Award Winners

Robert H. Winner Memorial Award - 2019

Nancy Chen Long


Interstice

Until a chemical or electrical charge bridges a gap
between neurons, we are oblivious

of our seventh birthday. Our memory is flooded
with holes, pocked like cotton eyelet. One minute

I'm mumbling "What was her name?" my best friend
who fell into the kiddie pool with a plate full
of strawberry birthday cake. The next, I'm shouting "Beverly!"

One minute I'm in bed, curled next to my husband
as he reads to me. No man is an island entire of itself,

his freckled hand stroking the crest of my hip.
Rise and fall, rise and fall, and I can feel the electricity
flowing in the gap between his skin and mine.
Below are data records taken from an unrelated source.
package main

import (
	"os"
	"path/filepath"
	"testing"

	"ordplan/internal/jsonkeys"
)

// Every key of decisions.json is snake_case (the project's one check,
// internal/jsonkeys), except the keys of the maps keyed by a parameter,
// predictor or model name (estimates, std_errors, slopes, final_verdicts,
// phi).
func TestDecisionsKeysAreSnakeCase(t *testing.T) {
	dir := t.TempDir()
	if _, errs, code := runCLI("run", filepath.Join("..", "..", "render", "testdata", "golden.yaml"), "--out", dir, "--quiet"); code != 0 {
		t.Fatalf("run: exit %d: %s", code, errs)
	}
	b, err := os.ReadFile(filepath.Join(dir, "decisions.json"))
	if err != nil {
		t.Fatal(err)
	}
	bad, err := jsonkeys.NotSnakeCase(b, "estimates", "std_errors", "slopes", "final_verdicts", "phi")
	if err != nil {
		t.Fatal(err)
	}
	if len(bad) > 0 {
		t.Errorf("decisions.json keys not in snake_case: %q", bad)
	}
}
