package main

import (
	"encoding/json"
	"os"
	"path/filepath"
	"regexp"
	"strings"
	"testing"
)

// Every key of decisions.json is snake_case, except the keys of the maps
// keyed by a parameter, predictor or model name (estimates, std_errors,
// slopes, final_verdicts, phi).
func TestDecisionsKeysAreSnakeCase(t *testing.T) {
	dir := t.TempDir()
	if _, errs, code := runCLI("run", filepath.Join("..", "..", "render", "testdata", "golden.yaml"), "--out", dir, "--quiet"); code != 0 {
		t.Fatalf("run: exit %d: %s", code, errs)
	}
	b, err := os.ReadFile(filepath.Join(dir, "decisions.json"))
	if err != nil {
		t.Fatal(err)
	}
	var v any
	if err := json.Unmarshal(b, &v); err != nil {
		t.Fatal(err)
	}
	snake := regexp.MustCompile(`^[a-z0-9_]+$`)
	named := map[string]bool{"estimates": true, "std_errors": true, "slopes": true, "final_verdicts": true, "phi": true}
	var walk func(x any, path string)
	walk = func(x any, path string) {
		switch x := x.(type) {
		case map[string]any:
			last := path[strings.LastIndex(path, ".")+1:]
			for k, val := range x {
				if !named[last] && !snake.MatchString(k) {
					t.Errorf("%s: key %q is not snake_case", path, k)
				}
				walk(val, path+"."+k)
			}
		case []any:
			for _, it := range x {
				walk(it, path)
			}
		}
	}
	walk(v, "")
}
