package main

import (
	"fmt"
	"io"

	"ordplan/plan"
)

// cmdSchema writes the JSON Schema of the plan, made from the same key
// description as the plan's checks.
func cmdSchema(args []string, stdout, stderr io.Writer) int {
	fs := newFlags("schema", stderr)
	if stop, code := parseFlags(fs, args); stop {
		return code
	}
	if fs.NArg() > 0 {
		fmt.Fprintf(stderr, "ordplan schema: unexpected argument %q (the schema goes to standard output: ordplan schema > plan.schema.json)\n", fs.Arg(0))
		return exitUsage
	}
	if _, err := stdout.Write(plan.Schema()); err != nil {
		return fail(stderr, err)
	}
	return exitOK
}
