package main

import (
	"os"
	"path/filepath"
	"strings"
	"testing"
)

// errorLines gives the lines of stderr that are not warnings.
func errorLines(stderr string) []string {
	var out []string
	for _, l := range strings.Split(strings.TrimSpace(stderr), "\n") {
		if l != "" && !strings.HasPrefix(l, "warning: ") {
			out = append(out, l)
		}
	}
	return out
}

// TestCheckPrintsDataErrorsAsRun: check prints an error of the data
// file's rows in the form run prints it (fail: "ordplan: FILE:LINE: ...",
// one problem per line), as docs/bad-inputs.md's message shapes say; it
// printed them bare.
func TestCheckPrintsDataErrorsAsRun(t *testing.T) {
	dir := t.TempDir()
	catalogueData(t, dir)
	good, err := os.ReadFile(filepath.Join(dir, "d.csv"))
	if err != nil {
		t.Fatal(err)
	}
	lines := strings.SplitAfter(string(good), "\n")
	files := map[string]string{
		"badnum.csv": lines[0] + lines[1] + "2,abc,1,5,0,0,0\n" + strings.Join(lines[3:], ""),
	}
	cases := []struct {
		file, plan, want string
	}{
		{"badnum.csv", goodPlan, `ordplan: DIR/badnum.csv:3: column "a": value "abc" is not a number`},
		{"d.csv", goodPlan + "dictionary:\n  a: {range: [-1, 1]}\n  b: {label: B}\n", `ordplan: DIR/d.csv:`},
	}
	for _, c := range cases {
		if body, ok := files[c.file]; ok {
			os.WriteFile(filepath.Join(dir, c.file), []byte(body), 0o644)
		}
		p := filepath.Join(dir, strings.TrimSuffix(c.file, ".csv")+".yaml")
		os.WriteFile(p, []byte(strings.Replace(c.plan, "file: d.csv", "file: "+c.file, 1)), 0o644)
		_, checkErr, code := runCLI("check", p)
		if code != exitFail {
			t.Errorf("%s: check exit %d, want %d: %s", c.file, code, exitFail, checkErr)
		}
		_, runErr, code := runCLI("run", p, "--quiet", "--out", filepath.Join(dir, "out-"+c.file))
		if code != exitFail {
			t.Errorf("%s: run exit %d, want %d: %s", c.file, code, exitFail, runErr)
		}
		cl, rl := errorLines(checkErr), errorLines(runErr)
		c.want = strings.Replace(c.want, "DIR", dir, 1)
		if len(cl) == 0 || !strings.HasPrefix(cl[0], c.want) {
			t.Errorf("%s: check says\n%s\nwant a first line beginning %s", c.file, checkErr, c.want)
		}
		for _, l := range cl {
			if !strings.HasPrefix(l, "ordplan: ") {
				t.Errorf("%s: check line without the ordplan: prefix: %s", c.file, l)
			}
		}
		if strings.Join(cl, "\n") != strings.Join(rl, "\n") {
			t.Errorf("%s: check says\n%s\nrun says\n%s", c.file, strings.Join(cl, "\n"), strings.Join(rl, "\n"))
		}
	}
}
One minute, two clean-cut men in suits
are knocking at my door, pamphlets in hand.
"There is only one mediator

between God and Man," they say almost in unison,
"the one called Christ." The next minute, my brain floods
with Michelangelo's Creation of Adam, that slight break

between the fingertips of God and Adam.
God sits on a brain-shaped billow of drapes.
God, in our heads. Little people crowd

in the brain. Adam, unlike Jesus, arrives as an adult
and alone. Adam, an outsider looking into the brain-room.
Eve is not in the picture.

One minute, I remember Brad in fourth grade laughing
at me,"you WOman!" he howled over and over, emphasis on the WO,
slapping his thigh with each long O, a storm threatening

the west edge of a Texas summer sky,
the word woman imbued with sex,
with inferior. All of us in the dodge-ball circle knew
woman was an insult. "You slut."

The next minute, the eighth-grade teacher tells the class
that women are responsible

for the world's evil, the wo in woman meaning without men,
meaning meaning less than men, meaning meaningless.
"Aww, it's a joke," he says. "Women need men

to stay out of trouble. Pandora is why
bad things happen to good people.
Like the story of Eve," he says.
"One bad apple at the root of it all."

One minute, I'm taking a pamphlet from the men on my porch,
the next, a synapse in my head snaps shut like a switch:
the difference between Eve and Adam,
one purposely deceived, the other not.

Stories are a social affair—
one minute someone is telling us who we are
and what to remember. The next, even our memories
are stored as stories. There are gaps

in our memory. Connections are missing.
There are gaps in our stories and in our history.
People are missing.


Patricia Spears Jones on Nancy Chen Long

Nancy Chen Long is a poet whose work is new to me and I am so pleased to have selected her work for the Robert H. Winner Memorial Award. Her poems explore the scientific, psychological, and pop culture versions of the brain as the site and source for experience and memory. "Little people crowd/in the brain" she notes in the poem "Interstice." Her poems ask how experiences become memory, why does official history work so hard to erase human experience, as in "Reverberation" in which both the Holocaust and the 1921 Tulsa Race Riots are discussed. The final poem in her selection showcases her wit and wordplay with a description of a mole to Mole in The Wind in the Willows, then deepens into an exploration of migration, grief, and homesickness as the poet recalls her dead mother's favorite perfume and a sudden remembrance of other smells, sounds that leave "only a feeling,/ slippery, familiar and strange at the same time." This is a poet fully in charge of her art and craft. It was a delight to read and reread these lively and giving poems.